What I would’ve liked to say is – go with whatever stimulates, provokes and excites you. Go with whatever draws insights and original thinking from you, or with whatever makes you want to learn or explore further. Try not to think in terms of categories [this is philosophy, this is history, this is science], try to think in terms of the wow factor – wow, so that’s how that works, that’s why she behaves like that, that’s why that war was fought, that’s how we got into this mess, etc. I would also say that there’s been a lot of boring and probably useless philosophical writing over the years, stuff that gets bogged down in argument and point-scoring rather than striving for insight. I also suspect that whole philosophical ‘categories’ constitute intellectual dead-ends, but I won’t try to justify that suspicion here. Unfortunately, philosophy as an academic discipline has become a little caught up with itself, with some philosophers being really uncomfortable about addressing a lay audience. When, very occasionally, I leave comments on philosophy blogs I’m usually completely ignored, especially by those academic-style philosophy blogs that use syllogisms a lot, and terms like ceteris paribus and mutatis mutandis. Still, there are other philosophy blogs that are more open and inviting, yet I’m often daunted at the very thought of commenting, perhaps because philosophers are always arguing. Sometimes you just want to learn rather than to argue, and with philosophy blogs/journals etc, often the only thing you learn is that x is good at arguing – or not, as the case may be.

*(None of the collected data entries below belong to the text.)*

func (c *canvas) at(x, y int) []float64 { i := 3 * (y*c.w + x); return c.r[i : i+3] }

// blend mixes colour col into pixel (x, y) with weight a in [0, 1].
func (c *canvas) blend(x, y int, col [3]float64, a float64) {
	if a <= 0 {
		return
	}
	if a > 1 {
		a = 1
	}
	p := c.at(x, y)
	for k := 0; k < 3; k++ {
		p[k] = p[k]*(1-a) + col[k]*a
	}
}

// Generate draws one scene. Options are validated; an invalid option returns
// an error rather than a surprising picture.
func Generate(seed uint64, opts Options) (Scene, error) {
	size := opts.Size
	if size == 0 {
		size = 224
	}
	if size < 16 || size > 8192 {
		return Scene{}, fmt.Errorf("synth: size %d out of range [16, 8192]", size)
	}
	rates := opts.Rates
	if rates == nil {
		rates = DefaultRates()
	}
	known := map[string]bool{}
	for _, n := range Names() {
		known[n] = true
	}
	for n, r := range rates {
		if !known[n] {
			return Scene{}, fmt.Errorf("synth: unknown artefact %q (known: %v)", n, Names())
		}
		if r[0] < 0 || r[0] > 1 || r[1] < 0 || r[1] > 1 {
			return Scene{}, fmt.Errorf("synth: artefact %q rates %v outside [0, 1]", n, r)
		}
	}
	if opts.FixedLabel && opts.Label != 0 && opts.Label != 1 {
		return Scene{}, fmt.Errorf("synth: label %d is not 0 or 1", opts.Label)
	}

	top := stream(seed, "scene")
	label := top.IntN(2)
	if opts.FixedLabel {
		label = opts.Label
	}
	// One uniform per artefact, drawn in a fixed order whatever the rates, so
	// a scene's presence decisions shift monotonically with the rates.
	present := map[string]bool{}
	for _, n := range Names() {
		u := top.Float64()
		if r, ok := rates[n]; ok && u < r[label] {
			present[n] = true
		}
	}

	c := &canvas{w: size, h: size, r: make([]float64, 3*size*size)}
	s := float64(size) / 224 // scale from the nominal 224-pixel design
	drawSkin(c, stream(seed, "skin"))
	sc := Scene{Label: label, Artefacts: map[string][]bool{}}
	sc.Lesion, sc.Malignancy = drawLesion(c, stream(seed, "lesion"), label, s)
	for _, n := range Names() {
		if !present[n] {
			continue
		}
		r := stream(seed, "artefact:"+n)
		var m []bool
		switch n {
		case Hair:
			m = drawHair(c, r, s)
		case Ink:
			m = drawInk(c, r, s)
		case Ruler:
			m = drawRuler(c, r, s)
		case Bubbles:
			m = drawBubbles(c, r, s)
		case DarkCorners:
			m = drawDarkCorners(c, r, s)
		}
		sc.Artefacts[n] = m
	}
	sc.Image = c.toRGBA(stream(seed, "sensor"))
	return sc, nil
}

With all this in mind I read approvingly of Patricia Churchland’s journey as a philosopher here, via Three Quarks Daily [a blog with more of the wow factor than just about any human being could cope with]. Churchland is very much a pro-science philosopher, and her latest book, Braintrust: what neuroscience tells us about morality, has the sort of title that attracts me much more than your standard philosophy text on ethics. I’m currently reading an updated version of Antonio Demasio’s Descartes’ Error, a book that treats of the neurophysiological bases of emotions and their influence on decision-making. These sorts of explorations take us so much further than the conceptual analyses that much philosophy has become bogged down in. I was also amused and sadly unsurprised to read that Churchland’s scientific colleagues [she recently went to ‘medical school’ – presumably that means some kind of university – to study the circuitry of the brain] have treated her much better than her philosophical ones. This can be explained, I think, in terms of tenuous orthodoxies that are based on numbers and power rather than evidence. We see this particularly in religions, when doctrines aren’t settled, and orthodoxy and heresy become matters to obsess over. Since there’s no evidence either way, and therefore no pathway of testing and verification, it all becomes a matter of power struggles, persuasiveness and sometimes violence. Philosophical disputation may be more low-key and contained than religious disputation, but it isn’t immune from these problems.

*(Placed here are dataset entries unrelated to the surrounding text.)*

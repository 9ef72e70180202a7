import Provider, { type Configuration, type KoaContextWithOIDC } from 'oidc-provider'
import { escapeHtml, renderPage } from '../../http/html-page'
import type { Orm } from '../../db'
import type { DemoAccount } from './accounts'
import { sqliteAdapter } from './oidc-adapter'
import type { JWK } from 'jose'
import { signingKey } from './signing-key'

export interface LocalProviderOptions {
  issuer: string
  publicUrl: string
  clientId: string
  clientSecret: string
  accounts: DemoAccount[]
  dataDir: string
  cookieKeys: string[]
  /** The key to sign with; by default the one kept in dataDir (app nodes share theirs). */
  signingKey?: JWK
  /** Where the provider keeps its sessions, interactions, grants and codes. */
  orm: Orm
}

function setPage(ctx: KoaContextWithOIDC, title: string, body: string, scripts: string[] = []) {
  ctx.type = 'html'
  ctx.body = renderPage({ title, body, scripts })
}

/**
 * A stand-in for an institution's identity provider, on oidc-provider, with its own pages in
 * Stipple's look. It knows only the demo accounts; Stipple talks to it through discovery alone.
 */
export async function createLocalProvider(options: LocalProviderOptions): Promise<Provider> {
  const bySub = new Map(options.accounts.map((a) => [a.sub, a]))
  const configuration: Configuration = {
    adapter: sqliteAdapter(options.orm),
    clients: [
      {
        client_id: options.clientId,
        client_secret: options.clientSecret,
        client_name: 'Stipple',
        redirect_uris: [`${options.publicUrl}/auth/callback`],
        post_logout_redirect_uris: [`${options.publicUrl}/`],
        response_types: ['code'],
        grant_types: ['authorization_code'],
      },
    ],
    pkce: { required: () => true },
    cookies: { keys: options.cookieKeys },
    claims: { openid: ['sub'], email: ['email', 'email_verified'], profile: ['name'] },
    jwks: { keys: [options.signingKey ?? (await signingKey(options.dataDir))] },
    features: {
      devInteractions: { enabled: false },
      rpInitiatedLogout: {
        enabled: true,
        logoutSource: async (ctx, form) =>
          setPage(
            ctx,
            'Signing out',
            `<h1>Signing you out…</h1><p>You are leaving the demo identity provider.</p>${form}
<button type="submit" form="op.logoutForm" name="logout" value="yes" data-auto-submit autofocus>Sign out</button>`,
            ['/server-assets/auto-submit.js'],
          ),
        postLogoutSuccessSource: async (ctx) =>
          setPage(
            ctx,
            'Signed out',
            '<h1>You are signed out</h1><a class="button" href="/">Back to Stipple</a>',
          ),
      },
    },
    interactions: { url: (_ctx, interaction) => `/idp/interaction/${interaction.uid}` },
    findAccount: (_ctx, sub) => {
      const account = bySub.get(sub)
      if (!account) return undefined
      return {
        accountId: sub,
        claims: () => ({ sub, email: account.email, email_verified: true, name: account.name }),
      }
    },
    // Stipple is this provider's only, first-party client: grant its scopes without a consent page.
    loadExistingGrant: async (ctx) => {
      const grantId =
        ctx.oidc.result?.consent?.grantId || ctx.oidc.session!.grantIdFor(ctx.oidc.client!.clientId)
      if (grantId) return ctx.oidc.provider.Grant.find(grantId)
      const grant = new ctx.oidc.provider.Grant({
        clientId: ctx.oidc.client!.clientId,
        accountId: ctx.oidc.session!.accountId,
      })
      grant.addOIDCScope('openid email profile')
      await grant.save()
      return grant
    },
    renderError: async (ctx, out) =>
      setPage(
        ctx,
        'Sign-in problem',
        `<h1>Something went wrong at the identity provider</h1><p class="error">${escapeHtml(String(out.error_description ?? out.error))}</p><a class="button" href="/">Back to Stipple</a>`,
      ),
    ttl: {
      Session: 8 * 3600,
      Interaction: 3600,
      Grant: 8 * 3600,
      AccessToken: 600,
      AuthorizationCode: 60,
      IdToken: 3600,
    },
  }
  const provider = new Provider(options.issuer, configuration)
  return provider
}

Perhaps the worst thing that ever happened to philosophy was its re-presentation, over the last couple of centuries, as an academic discipline. This led to an obvious problem of insularity, a problem that earlier ‘natural philosophers’, going back to Aristotle, and including Epicurus, Lucretius and even David Hume, didn’t have to deal with. There’s much to be said for open borders and cross-fertilization, for nations as well as fields of intellectual inquiry. If this means that philosophy loses much of its distinctive character, then so be it. That distinctive character is of more recent vintage, and is perhaps more artificial in nature, than is generally admitted.